Many times these arguments are coming from the analysis of animal societies, as they try to explain that we are condemned to follow this rules because of our animalistic nature, even if it’s named “human nature”, the one that “we cannot change”. Good news again, in our evolution we changed the animalistic nature AND the human nature! Let’s elaborate…

There are two characteristic examples of animal communities with a sort of hierarchy that are used as examples of social structure, one that we’re supposed to be unable to escape from. The first concerns the wolves. According to the argument, in wolves’ herds there is a certain role to every person, in respect with their age, sex and physical power. The equilibrium provided by the developed relationships into them is shown as a paradigm to follow in our human societies. The second, is the presentation of ants’ societies, where there are leaders, workers, hard-workers and lazy ones. According to our knowledge in an ants’ society there should always be an equilibrium between the number of hard-workers and lazy persons, proving that this is a natural equilibrium who should characterize any society of any species of the animalia kingdom.
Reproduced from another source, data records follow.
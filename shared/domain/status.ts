import type { AirframeState, UnserviceableCause } from '../schemas/airframes';
import type { CheckKind, ValidityWindow, Verdict } from '../schemas/limits';
import { authorisationCovers, type Authorisation } from './authorisation';
import { deferralState, type DeferralLimit, type DeferralState, type Usage } from './deferral';
import { nextLocalTime } from './local-time';
import { instantValue, phrase, type Phrase } from '../i18n/phrase';

// One rule for whether an airframe may fly, used by the kiosk, the board, the pilot view, the handover, the
// e-mail and the API alike. Every finding counts, from every kind of check, until the records show it cleared:
// - a SERVICE finding clears with a later signed reading of the same checkpoint in limits;
// - an OUT OF LIMITS finding clears only through its hold's release, countersigned by someone other than the
//   signer of the check and of the re-check, holding a certifying authorisation that covers the type and the
//   work (EASA Part-145 145.A.30 and 145.A.50, from memory);
// - a defect counts until it is rectified and certified, or deferred within its limit.
// "Released" is kept for an airframe with a certificate of release to service in force: one signed after the
// last finding, defect or deferral. Without one, a serviceable airframe with a valid pre-flight reads
// "checks in limits", which claims no release.

export type { AirframeState, UnserviceableCause };

/** A signature given under the rules in force before certifying authorisations were recorded. */
export type Authority = Authorisation | 'legacy' | null;

export interface ReadingVerdict {
  code: string;
  /** The checkpoint's words, for reasons people read. */
  label?: string;
  verdict: Verdict;
  /** The checkpoint's ATA chapter, for the scope of the work a release certifies. */
  ata?: string | null;
}

export interface SignedCheck {
  id: string;
  kind: CheckKind;
  signedAt: Date | string;
  /** Staff id of the mechanic who signed. */
  signedBy: string;
  /** The check's overall verdict: the worst of its readings. */
  verdict: Verdict;
  /**
   * The check's readings as judged. The caller gives every reading not in limits, and for each checkpoint with a
   * SERVICE finding at least its latest reading in limits; readings of other checkpoints may be left out.
   */
  readings: readonly ReadingVerdict[];
  /** Flights flown since the check was signed; counts against a window given in flights. */
  flightsSince?: number;
}

export interface CheckInProgress {
  id: string;
  kind: CheckKind;
  startedAt: Date | string;
  startedBy: string;
}

export interface Countersign {
  by: string;
  at: Date | string;
  decision: 'release' | 'keep';
  /** Who signed the passing re-check a release rests on: they cannot certify it. */
  recheckBy?: string | null;
  /** The signer's authorisation as it stood at signing; 'legacy' for releases signed before they were kept. */
  authorisation?: Authority;
}

export interface Hold {
  id: string;
  /** The signed check whose finding raised the hold. */
  checkId?: string;
  openedAt: Date | string;
  reason: string;
  /** Who signed the check that raised the hold; that person cannot countersign its release. */
  raisedBy: string;
  /** ATA chapters of the findings (null: unclassified): the release must be authorised for them. */
  chapters?: readonly (string | null)[];
  /** Flight controls disturbed or a checkpoint that says so: a second person inspects before release. */
  needsIndependentInspection?: boolean;
  /** Who recorded the corrective actions: an independent inspection must come from someone else. */
  correctiveActionsBy?: readonly string[];
  inspections?: readonly { by: string; at: Date | string }[];
  countersigns?: readonly Countersign[];
}

export type DefectEntry =
  | { kind: 'work'; at: Date | string; by: string; independentInspection?: boolean }
  | { kind: 'inspection'; at: Date | string; by: string }
  | { kind: 'certification'; at: Date | string; by: string; authorisation?: Authority }
  | { kind: 'deferral'; at: Date | string; by: string; authorisation?: Authority; limit: DeferralLimit };

export interface Defect {
  id: string;
  /** The tech-log number people quote. */
  number: number;
  raisedAt: Date | string;
  raisedBy: string;
  description: string;
  /** ATA chapter of the defect, null when nobody classified it. */
  chapter: string | null;
  /** The hold it belongs to, for a finding out of limits: it clears with the hold's release. */
  holdId?: string | null;
  needsIndependentInspection?: boolean;
  entries: readonly DefectEntry[];
}
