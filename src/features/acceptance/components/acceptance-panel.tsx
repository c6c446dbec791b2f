import { isPin } from '@shared/schemas/plain';
import { useEffect, useRef, useState } from 'react';
import { useTranslation } from 'react-i18next';
import type { AcceptanceView } from '@shared/schemas/acceptance';
import { Button } from '@/components/ui/button';
import { PinEntry } from '@/components/ui/pin-entry';
import { Notice, RefusalNotices } from '@/components/ui/notice';
import { useAcceptAirframe } from '../api/accept-airframe';
import { localTime } from '@/lib/when';
import { phraseWords } from '@shared/i18n/phrase';

const refusalId = 'acceptance-refusal';

/** "Accept aircraft" signed with the pilot's PIN typed again; when it cannot be accepted, the reason instead. */
export function AcceptancePanel({ view }: { view: AcceptanceView }) {
  const accept = useAcceptAirframe(view.airframe.id);
  const { t } = useTranslation('acceptance');
  const [entering, setEntering] = useState(false);
  const [pin, setPin] = useState('');
  const panel = useRef<HTMLElement>(null);
  // On a landscape tablet the keypad and its Sign button would start below the fold.
  useEffect(() => {
    if (entering) panel.current?.scrollIntoView({ block: 'start' });
  }, [entering]);

  if (accept.isSuccess) {
    return (
      <div data-testid="acceptance-done">
        <Notice tone="normal" big title={t('accept.doneTitle', { at: localTime(accept.data.acceptedAt) })}>
          {t('accept.doneText', {
            fleetNumber: view.airframe.fleetNumber,
            name: accept.data.acceptedBy.name,
            count: accept.data.checkIds.length,
          })}
        </Notice>
      </div>
    );
  }
  if (!view.canAccept) {
    return (
      <div data-testid="acceptance-refused" className="flex flex-col gap-3">
        {/* Grey, not a faded green: a pilot in a hurry must not read it as a button to press. */}
        <Button tone="neutral" size="huge" className="w-full" disabled aria-describedby={refusalId}>
          {t('accept.button')}
        </Button>
        <div id={refusalId}>
          <Notice tone="warning" big title={t('accept.refusedTitle')}>
            {view.refusal ? phraseWords(view.refusal) : t('accept.refusedText')}
          </Notice>
        </div>
      </div>
    );
  }
  if (!entering) {
    return (
      <Button tone="go" size="huge" className="w-full" onClick={() => setEntering(true)}>
        {t('accept.button')}
      </Button>
    );
  }
  return (
    <section
      ref={panel}
      className="flex flex-col gap-4 rounded-2xl border-2 border-normal-edge bg-ink-soft p-5"
      aria-label={t('accept.button')}
    >
      <PinEntry
        label={
          <span className="text-[28px] font-bold">
            {t('accept.pinLabel', { fleetNumber: view.airframe.fleetNumber })}
          </span>
        }
        value={pin}
        onChange={setPin}
        testId="accept-pin"
        disabled={accept.isPending}
      />
      <RefusalNotices title={t('accept.failed')} failed={accept} />
      <div className="flex gap-3">
        <Button
          tone="neutral"
          size="large"
          onClick={() => {
            setEntering(false);
            setPin('');
            accept.reset();
          }}
        >
          {t('cancel')}
        </Button>
        <Button
          tone="go"
          size="large"
          className="flex-1"
          disabled={!isPin(pin) || accept.isPending}
          onClick={() => accept.mutate(pin, { onSettled: () => setPin('') })}
        >
          {accept.isPending ? t('signing') : t('accept.sign')}
        </Button>
      </div>
    </section>
  );
}
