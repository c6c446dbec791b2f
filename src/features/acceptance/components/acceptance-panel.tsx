import { isPin } from '@shared/schemas/plain';
import { useEffect, useRef, useState } from 'react';
import type { AcceptanceView } from '@shared/schemas/acceptance';
import { Button } from '@/components/ui/button';
import { PinEntry } from '@/components/ui/pin-entry';
import { Notice, RefusalNotices } from '@/components/ui/notice';
import { useAcceptAirframe } from '../api/accept-airframe';
import { localTime } from '@/lib/when';

/** "Accept aircraft" signed with the pilot's PIN typed again; when it cannot be accepted, the reason instead. */
export function AcceptancePanel({ view }: { view: AcceptanceView }) {
  const accept = useAcceptAirframe(view.airframe.id);
  const [entering, setEntering] = useState(false);
  const [pin, setPin] = useState('');
  const panel = useRef<HTMLElement>(null);
  // On a landscape tablet the keypad and its Sign button would start below the fold.
  useEffect(() => {
    if (entering) panel.current?.scrollIntoView({ block: 'start' });
  }, [entering]);

  if (accept.isSuccess) {
    return (
      <div data-testid="acceptance-done">
        <Notice tone="normal" big title={`Accepted ${localTime(accept.data.acceptedAt)}`}>
          {view.airframe.fleetNumber} accepted by {accept.data.acceptedBy.name}, resting on{' '}
          {accept.data.checkIds.length} signed check
          {accept.data.checkIds.length === 1 ? '' : 's'}. The hangar board shows it.
        </Notice>
      </div>
    );
  }
  if (!view.canAccept) {
    return (
      <div data-testid="acceptance-refused" className="flex flex-col gap-3">
        {/* Grey, not a faded green: a pilot in a hurry must not read it as a button to press. */}
        <Button tone="neutral" size="huge" className="w-full" disabled aria-describedby="acceptance-refusal">
          Accept aircraft
        </Button>
        <div id="acceptance-refusal">
          <Notice tone="warning" big title="Cannot be accepted">
            {view.refusal ?? 'The aircraft cannot be accepted now.'}
          </Notice>
        </div>
      </div>
    );
  }
  if (!entering) {
    return (
      <Button tone="go" size="huge" className="w-full" onClick={() => setEntering(true)}>
        Accept aircraft
      </Button>
    );
  }
  return (
    <section
      ref={panel}
      className="flex flex-col gap-4 rounded-2xl border-2 border-normal-edge bg-ink-soft p-5"
      aria-label="Accept aircraft"
    >
      <PinEntry
        label={
          <span className="text-[28px] font-bold">Accept {view.airframe.fleetNumber}: type your PIN</span>
        }
        value={pin}
        onChange={setPin}
        testId="accept-pin"
        disabled={accept.isPending}
      />
      <RefusalNotices title="Not accepted" failed={accept} />
      <div className="flex gap-3">
        <Button
          tone="neutral"
          size="large"
          onClick={() => {
            setEntering(false);
            setPin('');
            accept.reset();
          }}
        >
          Cancel
        </Button>
        <Button
          tone="go"
          size="large"
          className="flex-1"
          disabled={!isPin(pin) || accept.isPending}
          onClick={() => accept.mutate(pin, { onSettled: () => setPin('') })}
        >
          {accept.isPending ? 'Signing…' : 'Sign acceptance'}
        </Button>
      </div>
    </section>
  );
}
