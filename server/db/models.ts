import {
  DataTypes,
  Model,
  type CreationOptional,
  type InferAttributes,
  type InferCreationAttributes,
  type Sequelize,
} from 'sequelize';

type Attrs<M extends Model> = InferAttributes<M>;
type Create<M extends Model> = InferCreationAttributes<M>;

export class Base extends Model<Attrs<Base>, Create<Base>> {
  declare id: CreationOptional<number>;
  declare code: string;
  declare name: string;
}

export class AircraftType extends Model<Attrs<AircraftType>, Create<AircraftType>> {
  declare id: CreationOptional<number>;
  declare code: string;
  declare name: string;
  declare createdAt: CreationOptional<Date>;
}

export class Staff extends Model<Attrs<Staff>, Create<Staff>> {
  declare id: CreationOptional<number>;
  declare badgeNumber: string;
  declare name: string;
  declare licenceNumber: string | null;
  /** Comma-separated roles. */
  declare roles: string;
  declare pinHash: string;
  declare passwordHash: string | null;
  declare failedAttempts: CreationOptional<number>;
  declare lockedUntil: Date | null;
  declare mustChangePin: CreationOptional<boolean>;
  declare active: CreationOptional<boolean>;
  declare createdAt: CreationOptional<Date>;
}

export class LimitsVersion extends Model<Attrs<LimitsVersion>, Create<LimitsVersion>> {
  declare id: CreationOptional<number>;
  declare typeId: number;
  declare version: number;
  declare status: 'draft' | 'published';
  /** JSON of an AircraftTypeDefinition. */
  declare definition: string;
  declare publishedAt: Date | null;
  declare publishedBy: number | null;
  declare createdAt: CreationOptional<Date>;
}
There are two points concerning this part of the argument.

First, are humans biologically the same with the animals? One of the most characteristic distinctions between human and other forms of life is the fact that contrary to them, newly born humans aren’t able to be autonomous and be part of our society. Actually, humans are developed biologically in our societies. If you take any animal, in a relatively short period after its birth it will be able to walk, to communicate, to be equal member of its society. This is something that doesn’t concern humans, as we don’t use only our animalistic instinct to manage situations and control our social behavior. Take the example of ants. They build enormously completive systems to live, but for this they just use something that nature gave them, orientation with organs sensitive to magnetic field. On the other hand a human should use a compass, and guess what, in order to do it, instinct alone isn’t enough.

Second, biologically, our nature is different. Our brain is different. Have you ever heard of the external part of our brain, named vortex? Nature, biological evolution provide this tool to our bodies in order to use it. Otherwise we wouldn’t ever had elections, laws, ideology, economy and mane other unique features of our civilization. If this nature could never change we should still live alone, by using only the reptilian interior part of our brain. So, the next time that somebody raises this argument a good answer would be to ask him to try to respect the nature, and live alone from societies, by using only the R-complex.

Then, if nature distinguishes us from animals, can this apply from other humans? What do you think?

In order to give an answer to this question we should define the first “human” in our questioning. Do we talk about primates? Australopithecus? Homo erectus? Homo sapiens? All these species are part of an unstoppable evolution and genetic changes happened many times as result to the social behavior. Even if the latter is strongly dependent to our physiology, it can affect it and the existence of our ancestors’ communities changed also our physiology and nature. It was a long and hard fight in order to move on and what we live today isn’t the state after its end, but just a part of this unstoppable process. Even in very short periods, that means from the first raise of our civilization, we achieved as species to create amazing societies, leave our trace on our planet, reform its surface and even obtain the knowledge how to destroy it. Do you think that this isn’t an evolution, a change in the “eternal human nature”?

Fortunately we aren’t imprisoned in our instincts. We can build a better society, a harmonic civilization for all of us. Don’t be afraid of mother nature, it’s historically proven that she helps us in every step towards this direction!